Finché non è finito il vino o l'orizzonte - o entrambi, non ho voglia di pensarci - resterò qui.
I conti, poi, alla fine.
Adesso non ho voglia di pensarci.
E' molto bello questo posto, è ben curato; ci sono rose, gardenie, gerani, azalee, camelie.
Sopratutto, c'è il profumo dei gelsomini.
Adoro il tè al gelsomino, ne berrei a litri, e adoro fumare la
šīša all'aroma di mela nel narghilè.
Laggiù nel golfo si sbriciolano vecchi ricordi.

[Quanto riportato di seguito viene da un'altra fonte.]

"""A size found by exact search is whole from the start: the report says how it was found and
quotes no "unrounded" value; a formula's answer keeps its unrounded n. Demo data: Northbridge,
invented."""

from __future__ import annotations

import html
import math
import re

import pytest
from scipy import stats

from service.reports.justification import justification
from service.reports.render import render_report
from tests.posted import PAIRED, SIMON, SINGLE_RATE, posted, record_of
from tests.reports.reports_testkit import REQUEST


def _page_text(record: dict) -> str:
    page = render_report(REQUEST, record, curve_svg="<svg></svg>")
    return re.sub(r"\s+", " ", html.unescape(re.sub(r"<[^>]+>", " ", page)))


def _exact_power(n: int, p: float, p0: float, alpha: float) -> float:
    """One-sided exact binomial test (reject for large counts) by scipy: its power at p."""
    k = int(stats.binom.isf(alpha, n, p0)) + 1  # smallest k with P(X ≥ k | p0) ≤ alpha
    while k > 0 and stats.binom.sf(k - 2, n, p0) <= alpha:
        k -= 1
    return float(stats.binom.sf(k - 1, n, p))


def test_exact_binomial_answer_says_it_was_searched_not_rounded():
    record = record_of(posted(SINGLE_RATE, analysis="exact_binomial"))
    n = record["sample_size"]["per_group"][0]
    block = record["sample_size"]["details"]["exact_search"]
    # general-purpose library: scipy's binomial tails give the exact test's power at each n;
    # n is the smallest size from which every size checked reaches 80%, n − 1 falls short.
    powers = {m: _exact_power(m, 0.35, 0.2, 0.05) for m in range(n - 1, block["checked_through"])}
    assert all(powers[m] >= 0.8 for m in range(n, block["checked_through"]))
    assert powers[n - 1] < 0.8
    text = justification(record)
    assert "unrounded" not in text and f"{n}.00" not in text
    assert (
        f"{n} participants are needed before adjustment (found by exact search: the smallest n "
        "from which the exact test's power stays at or above the target for every larger n "
        "checked)."
    ) in text
    page = _page_text(record)
    assert "unrounded" not in page and f"{n}.00" not in page
    assert "solved by the formula" not in page
    assert "Base size found by exact search: the smallest n from which" in page
    assert "The base size is a whole number found by exact search." in page


def test_later_steps_still_round_after_an_exact_search():
    record = record_of(posted(SINGLE_RATE, analysis="exact_binomial", adjustments={"dropout": 0.1}))
    n = record["sample_size"]["steps"][0]["per_group"][0]
    # formula: dropout divides the analyzed size by 1 − 0.1 and rounds up
    assert record["sample_size"]["per_group"] == [math.ceil(n / 0.9 - 1e-9)]
    page = _page_text(record)
    assert (
        "The base size is a whole number found by exact search; each later step starts from the "
        "row above and rounds each group up to whole subjects."
    ) in page
    assert "unrounded" not in page


def test_the_z_test_formula_keeps_its_unrounded_size():
    record = record_of(posted(SINGLE_RATE, analysis="z_test"))
    # formula: Lachin (1981), n = [z_a·√(p0(1 − p0)) + z_b·√(p(1 − p))]² / (p − p0)²
    za, zb = stats.norm.ppf(0.95), stats.norm.ppf(0.8)
    raw = (za * math.sqrt(0.2 * 0.8) + zb * math.sqrt(0.35 * 0.65)) ** 2 / 0.15**2
    text = justification(record)
    assert f"{math.ceil(raw)} participants are needed before adjustment (unrounded {raw:.2f})" in (
        text
    )
    assert "found by exact search" not in text
    assert f"solved by the formula: {raw:.2f}, rounded up" in _page_text(record)


def test_exact_mcnemar_answer_says_it_was_searched():
    raw = posted(
        PAIRED,
        analysis="exact_mcnemar",
        target_power=0.8,
        effect={"p_treatment_only": 0.2},
        assumptions={"p_control_only": 0.08},
    )
    record = record_of(raw)
    n = record["sample_size"]["per_group"][0]
    text = justification(record)
    assert "unrounded" not in text
    assert (
        f"{n} pairs are needed before adjustment (found by exact search: the smallest number of "
        "pairs from which the exact test's power stays at or above the target"
    ) in text


def test_enumerated_two_group_answer_says_it_was_searched():
    raw = {
        "outcome": "binary",
        "layout": "two_groups",
        "analysis": "mn_score_unconditional",
        "alpha": 0.025,
        "target_power": 0.8,
        "hypothesis": {"aim": "noninferiority", "margin": -0.2, "higher_is_better": True},
        "effect": {"p_treatment": 0.9},
        "assumptions": {"p_control": 0.9},
    }
    record = record_of(raw)
    n = record["sample_size"]["per_group"][0]
    text = justification(record)
    assert "unrounded" not in text and f"{n}.00" not in text
    assert (
        f"{n} per group ({2 * n} in total) are needed before adjustment (found by exact search: "
        "the smallest whole control-group size whose power, enumerated over every possible "
        "outcome, reaches the target"
    ) in text


@pytest.mark.parametrize(
    "criterion, design, printed",
    [("optimal", (3, 13, 12, 43), "20.6"), ("minimax", (4, 18, 10, 33), "22.3")],
)
def test_simon_design_states_its_maximum_and_expected_size(criterion, design, printed):
    record = record_of(posted(SIMON, analysis_options={"criterion": criterion}))
    r1, n1, _, n = design
    # published: Simon (1989), Controlled Clin Trials 10:1, Table 1 (p0 .20, p1 .40, alpha .05,
    # power .80): optimal 3/13, 12/43 with EN(p0) 20.6, minimax 4/18, 10/33 with EN(p0) 22.3;
    # recomputed by the engine's enumeration, EN(p0) = n1 + (1 − P(X1 ≤ r1 | p0))·(n − n1)
    # (formula) with scipy's binomial.
    assert record["sample_size"]["per_group"] == [n]
    expected = n1 + stats.binom.sf(r1, n1, 0.2) * (n - n1)
    assert f"{expected:.1f}" == printed
    text = justification(record)
    assert "unrounded" not in text and f"{n}.00" not in text
    assert "adjustment" not in text  # the stage rules count evaluable patients; none is made
    assert (
        f"the {criterion} two-stage design enrolls {printed} participants on average when the "
        f"response rate is the uninteresting one, and at most {n} (found by exact search: the "
        "total size n of the design that best meets the design criterion among every two-stage "
        "design up to the searched maximum)."
    ) in text
    assert "unrounded" not in _page_text(record)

La prima volta che mi immersi sott'acqua
A Marechiaro.
Bisogna prendere fiato, farsi molto coraggio, mettere giù la testa, piegarsi ad angolo retto e darsi un colpo coi reni.
Andare giù.
Dritti.
Di testa.
Giù.
Senza paura.
Fiato e coraggio, poi di coraggio ne occorre sempre meno.
Questa cosa ho cercato di insegnarla alle mie figlie.
E' molto utile, e una volta superata sembra più nulla.
Ho perso un pezzo - è il tributo del vivere e morire - di allora, ciò che sono stato, e questo è un tentativo maldestro di ritrovarlo.
E' un'illusione.
Bisognerebbe essere onesti, dire le cose come stanno.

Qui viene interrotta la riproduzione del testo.